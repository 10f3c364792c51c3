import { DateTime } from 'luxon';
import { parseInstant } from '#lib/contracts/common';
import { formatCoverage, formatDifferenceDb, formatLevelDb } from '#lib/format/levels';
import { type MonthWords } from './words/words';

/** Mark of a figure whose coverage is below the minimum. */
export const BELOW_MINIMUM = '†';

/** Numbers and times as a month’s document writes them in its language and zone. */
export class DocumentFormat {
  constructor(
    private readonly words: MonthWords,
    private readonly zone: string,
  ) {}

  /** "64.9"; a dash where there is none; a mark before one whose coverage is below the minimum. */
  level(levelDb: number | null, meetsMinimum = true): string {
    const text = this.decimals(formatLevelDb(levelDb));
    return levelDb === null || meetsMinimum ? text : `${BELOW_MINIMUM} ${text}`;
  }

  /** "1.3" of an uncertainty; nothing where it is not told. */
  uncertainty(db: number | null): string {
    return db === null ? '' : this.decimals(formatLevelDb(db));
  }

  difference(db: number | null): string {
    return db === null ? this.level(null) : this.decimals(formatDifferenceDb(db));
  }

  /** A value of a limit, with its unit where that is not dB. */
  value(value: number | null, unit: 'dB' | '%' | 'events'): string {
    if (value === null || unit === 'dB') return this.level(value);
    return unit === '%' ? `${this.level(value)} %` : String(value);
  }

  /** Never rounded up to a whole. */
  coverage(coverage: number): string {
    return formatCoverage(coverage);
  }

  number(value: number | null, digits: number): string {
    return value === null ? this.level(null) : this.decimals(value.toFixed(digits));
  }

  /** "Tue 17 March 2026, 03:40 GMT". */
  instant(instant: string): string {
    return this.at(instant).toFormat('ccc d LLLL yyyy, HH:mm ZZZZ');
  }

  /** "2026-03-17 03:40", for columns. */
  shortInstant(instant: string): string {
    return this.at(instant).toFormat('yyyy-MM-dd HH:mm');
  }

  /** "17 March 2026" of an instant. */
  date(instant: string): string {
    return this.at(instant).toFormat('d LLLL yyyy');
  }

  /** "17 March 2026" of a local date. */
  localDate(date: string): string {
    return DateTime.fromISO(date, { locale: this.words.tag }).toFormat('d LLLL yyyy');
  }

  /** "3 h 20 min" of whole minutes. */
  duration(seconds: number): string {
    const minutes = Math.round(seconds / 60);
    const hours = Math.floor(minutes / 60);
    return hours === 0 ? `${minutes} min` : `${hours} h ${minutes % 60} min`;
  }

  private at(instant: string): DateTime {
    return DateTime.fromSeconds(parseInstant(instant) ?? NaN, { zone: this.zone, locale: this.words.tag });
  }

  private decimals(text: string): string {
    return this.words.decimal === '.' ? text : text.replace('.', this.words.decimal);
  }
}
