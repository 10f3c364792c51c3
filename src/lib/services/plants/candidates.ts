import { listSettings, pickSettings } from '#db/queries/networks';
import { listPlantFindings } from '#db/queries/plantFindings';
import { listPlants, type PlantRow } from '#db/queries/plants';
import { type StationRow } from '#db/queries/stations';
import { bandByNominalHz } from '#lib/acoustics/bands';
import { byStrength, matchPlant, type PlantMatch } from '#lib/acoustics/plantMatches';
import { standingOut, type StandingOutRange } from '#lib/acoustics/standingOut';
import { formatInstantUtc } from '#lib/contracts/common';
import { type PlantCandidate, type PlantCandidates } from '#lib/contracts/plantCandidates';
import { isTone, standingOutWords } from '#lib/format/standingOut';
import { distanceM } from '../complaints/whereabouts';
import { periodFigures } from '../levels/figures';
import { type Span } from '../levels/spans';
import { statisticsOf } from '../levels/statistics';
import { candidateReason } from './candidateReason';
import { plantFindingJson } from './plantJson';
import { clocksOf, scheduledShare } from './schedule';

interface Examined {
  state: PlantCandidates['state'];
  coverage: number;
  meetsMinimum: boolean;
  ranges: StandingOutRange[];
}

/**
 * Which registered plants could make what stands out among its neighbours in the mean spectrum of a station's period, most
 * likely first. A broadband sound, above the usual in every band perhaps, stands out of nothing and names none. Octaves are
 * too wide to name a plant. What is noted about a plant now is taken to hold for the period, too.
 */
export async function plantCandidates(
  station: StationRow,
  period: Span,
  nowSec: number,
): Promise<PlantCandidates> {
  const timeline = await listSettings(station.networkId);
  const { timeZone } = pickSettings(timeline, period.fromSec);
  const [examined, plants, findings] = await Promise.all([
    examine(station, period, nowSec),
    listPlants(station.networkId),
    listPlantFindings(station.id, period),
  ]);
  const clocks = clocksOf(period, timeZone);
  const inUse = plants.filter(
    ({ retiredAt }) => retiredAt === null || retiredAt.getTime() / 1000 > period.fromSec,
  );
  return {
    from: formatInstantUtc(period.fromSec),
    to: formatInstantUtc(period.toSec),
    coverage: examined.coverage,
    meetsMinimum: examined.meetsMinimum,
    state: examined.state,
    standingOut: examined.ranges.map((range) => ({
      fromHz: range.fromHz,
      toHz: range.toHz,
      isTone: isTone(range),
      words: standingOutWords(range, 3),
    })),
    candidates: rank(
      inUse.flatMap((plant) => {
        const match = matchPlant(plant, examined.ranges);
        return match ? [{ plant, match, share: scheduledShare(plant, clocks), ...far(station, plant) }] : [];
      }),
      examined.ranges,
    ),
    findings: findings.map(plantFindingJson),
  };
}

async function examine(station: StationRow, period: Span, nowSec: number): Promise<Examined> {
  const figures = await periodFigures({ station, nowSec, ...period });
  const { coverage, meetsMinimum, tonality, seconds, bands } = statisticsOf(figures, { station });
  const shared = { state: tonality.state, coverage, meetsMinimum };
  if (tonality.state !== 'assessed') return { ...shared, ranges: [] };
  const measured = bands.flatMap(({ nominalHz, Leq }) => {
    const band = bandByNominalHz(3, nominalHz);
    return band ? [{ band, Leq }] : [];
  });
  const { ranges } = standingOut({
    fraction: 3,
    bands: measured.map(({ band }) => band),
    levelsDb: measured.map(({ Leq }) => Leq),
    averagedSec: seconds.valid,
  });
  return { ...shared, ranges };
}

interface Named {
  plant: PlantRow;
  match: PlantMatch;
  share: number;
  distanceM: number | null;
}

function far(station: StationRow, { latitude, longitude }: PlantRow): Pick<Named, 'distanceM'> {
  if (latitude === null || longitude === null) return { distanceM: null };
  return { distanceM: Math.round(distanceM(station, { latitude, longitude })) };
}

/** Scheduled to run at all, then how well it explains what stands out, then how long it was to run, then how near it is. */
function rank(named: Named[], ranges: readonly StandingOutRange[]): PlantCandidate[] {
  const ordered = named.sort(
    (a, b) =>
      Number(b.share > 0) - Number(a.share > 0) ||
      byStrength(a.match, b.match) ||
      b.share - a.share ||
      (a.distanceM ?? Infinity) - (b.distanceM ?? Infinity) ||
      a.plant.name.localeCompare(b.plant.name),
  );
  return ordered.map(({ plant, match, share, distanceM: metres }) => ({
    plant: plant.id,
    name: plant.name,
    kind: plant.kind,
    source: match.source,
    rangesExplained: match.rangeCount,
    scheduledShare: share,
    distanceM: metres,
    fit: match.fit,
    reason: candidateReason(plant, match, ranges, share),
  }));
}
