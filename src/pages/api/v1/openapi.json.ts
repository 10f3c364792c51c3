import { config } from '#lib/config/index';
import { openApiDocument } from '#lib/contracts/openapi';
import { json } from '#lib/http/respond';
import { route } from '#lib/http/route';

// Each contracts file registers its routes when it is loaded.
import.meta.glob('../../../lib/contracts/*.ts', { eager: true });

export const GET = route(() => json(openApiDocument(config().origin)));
--
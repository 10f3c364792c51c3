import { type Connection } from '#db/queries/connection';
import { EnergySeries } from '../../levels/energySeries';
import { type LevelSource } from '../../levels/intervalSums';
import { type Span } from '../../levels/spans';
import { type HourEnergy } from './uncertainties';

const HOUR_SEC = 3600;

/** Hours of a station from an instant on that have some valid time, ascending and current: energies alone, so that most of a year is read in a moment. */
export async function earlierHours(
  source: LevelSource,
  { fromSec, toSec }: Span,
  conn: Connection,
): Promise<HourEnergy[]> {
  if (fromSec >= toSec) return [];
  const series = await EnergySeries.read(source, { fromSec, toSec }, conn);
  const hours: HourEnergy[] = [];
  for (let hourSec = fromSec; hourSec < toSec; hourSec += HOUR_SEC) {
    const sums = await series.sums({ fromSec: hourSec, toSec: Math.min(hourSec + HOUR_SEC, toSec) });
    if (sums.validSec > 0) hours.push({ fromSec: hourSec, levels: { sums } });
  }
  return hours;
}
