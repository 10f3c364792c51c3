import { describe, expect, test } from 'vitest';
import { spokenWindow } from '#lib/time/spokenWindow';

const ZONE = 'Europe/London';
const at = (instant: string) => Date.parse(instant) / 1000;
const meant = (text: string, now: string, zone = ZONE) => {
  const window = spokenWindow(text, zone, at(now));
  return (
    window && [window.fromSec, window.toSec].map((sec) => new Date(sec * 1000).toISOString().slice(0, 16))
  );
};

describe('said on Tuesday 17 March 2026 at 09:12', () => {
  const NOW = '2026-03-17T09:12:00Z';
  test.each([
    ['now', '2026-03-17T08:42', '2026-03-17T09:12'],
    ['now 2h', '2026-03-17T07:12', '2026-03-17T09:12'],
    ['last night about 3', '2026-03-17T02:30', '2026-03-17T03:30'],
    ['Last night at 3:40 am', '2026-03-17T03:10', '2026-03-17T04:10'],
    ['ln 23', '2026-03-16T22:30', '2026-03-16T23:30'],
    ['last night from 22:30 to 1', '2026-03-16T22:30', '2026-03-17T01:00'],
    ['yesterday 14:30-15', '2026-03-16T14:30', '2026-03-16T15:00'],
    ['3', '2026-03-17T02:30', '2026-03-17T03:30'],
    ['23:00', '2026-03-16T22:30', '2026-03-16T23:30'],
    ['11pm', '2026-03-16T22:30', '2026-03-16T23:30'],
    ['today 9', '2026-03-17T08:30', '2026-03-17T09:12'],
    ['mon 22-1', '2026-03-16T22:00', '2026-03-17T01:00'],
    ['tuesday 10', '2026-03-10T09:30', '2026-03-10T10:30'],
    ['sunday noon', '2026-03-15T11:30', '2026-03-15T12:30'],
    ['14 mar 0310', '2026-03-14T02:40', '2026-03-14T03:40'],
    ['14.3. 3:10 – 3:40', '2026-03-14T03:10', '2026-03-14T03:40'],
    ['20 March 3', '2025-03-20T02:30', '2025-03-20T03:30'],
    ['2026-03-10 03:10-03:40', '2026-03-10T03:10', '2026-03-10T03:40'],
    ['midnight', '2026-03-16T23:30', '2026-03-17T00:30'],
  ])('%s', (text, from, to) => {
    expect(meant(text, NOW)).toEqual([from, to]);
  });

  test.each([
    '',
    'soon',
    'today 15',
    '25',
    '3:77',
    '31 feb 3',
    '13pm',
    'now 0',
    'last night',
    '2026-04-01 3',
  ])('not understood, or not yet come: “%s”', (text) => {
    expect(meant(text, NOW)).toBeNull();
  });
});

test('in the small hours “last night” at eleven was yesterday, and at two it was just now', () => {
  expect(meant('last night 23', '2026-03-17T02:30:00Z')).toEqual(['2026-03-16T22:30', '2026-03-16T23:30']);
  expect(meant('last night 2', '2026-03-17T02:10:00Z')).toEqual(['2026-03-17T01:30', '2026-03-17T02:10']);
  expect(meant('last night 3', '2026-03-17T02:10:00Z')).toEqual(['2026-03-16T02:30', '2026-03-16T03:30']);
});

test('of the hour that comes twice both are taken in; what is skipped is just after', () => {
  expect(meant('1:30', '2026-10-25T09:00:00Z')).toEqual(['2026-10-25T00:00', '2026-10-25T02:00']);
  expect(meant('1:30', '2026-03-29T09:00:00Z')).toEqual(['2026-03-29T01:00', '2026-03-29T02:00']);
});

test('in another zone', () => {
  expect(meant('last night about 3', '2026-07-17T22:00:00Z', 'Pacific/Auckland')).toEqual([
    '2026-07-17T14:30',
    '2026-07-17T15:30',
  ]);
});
==
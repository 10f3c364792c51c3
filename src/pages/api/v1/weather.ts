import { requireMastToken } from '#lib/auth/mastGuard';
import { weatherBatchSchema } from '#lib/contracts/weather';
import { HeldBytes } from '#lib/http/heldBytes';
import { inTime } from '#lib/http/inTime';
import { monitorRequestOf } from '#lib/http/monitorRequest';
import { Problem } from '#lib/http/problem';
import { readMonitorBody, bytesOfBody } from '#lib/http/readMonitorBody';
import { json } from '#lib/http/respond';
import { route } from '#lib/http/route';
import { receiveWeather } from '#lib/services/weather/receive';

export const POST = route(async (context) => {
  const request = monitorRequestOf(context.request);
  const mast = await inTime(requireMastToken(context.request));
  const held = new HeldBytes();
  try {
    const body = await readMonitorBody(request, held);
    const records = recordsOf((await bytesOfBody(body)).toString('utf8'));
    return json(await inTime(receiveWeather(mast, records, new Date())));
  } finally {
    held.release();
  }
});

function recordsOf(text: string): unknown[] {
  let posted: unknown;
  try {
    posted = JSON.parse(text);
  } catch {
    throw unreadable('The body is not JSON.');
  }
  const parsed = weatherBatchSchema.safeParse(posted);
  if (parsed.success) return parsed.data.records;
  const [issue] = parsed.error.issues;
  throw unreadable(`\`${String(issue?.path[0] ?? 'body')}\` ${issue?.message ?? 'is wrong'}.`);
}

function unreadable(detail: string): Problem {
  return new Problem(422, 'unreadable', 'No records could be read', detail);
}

▸ Directions
An exact, complete copy of the lines above from the one with "listPlants, type PlantRow" through the one with "type PlantCandidate, type" is the whole answer.

▸ Solution
import { listPlants, type PlantRow } from '#db/queries/plants';
import { type StationRow } from '#db/queries/stations';
import { bandByNominalHz } from '#lib/acoustics/bands';
import { byStrength, matchPlant, type PlantMatch } from '#lib/acoustics/plantMatches';
import { standingOut, type StandingOutRange } from '#lib/acoustics/standingOut';
import { formatInstantUtc } from '#lib/contracts/common';
import { type PlantCandidate, type PlantCandidates } from '#lib/contracts/plantCandidates';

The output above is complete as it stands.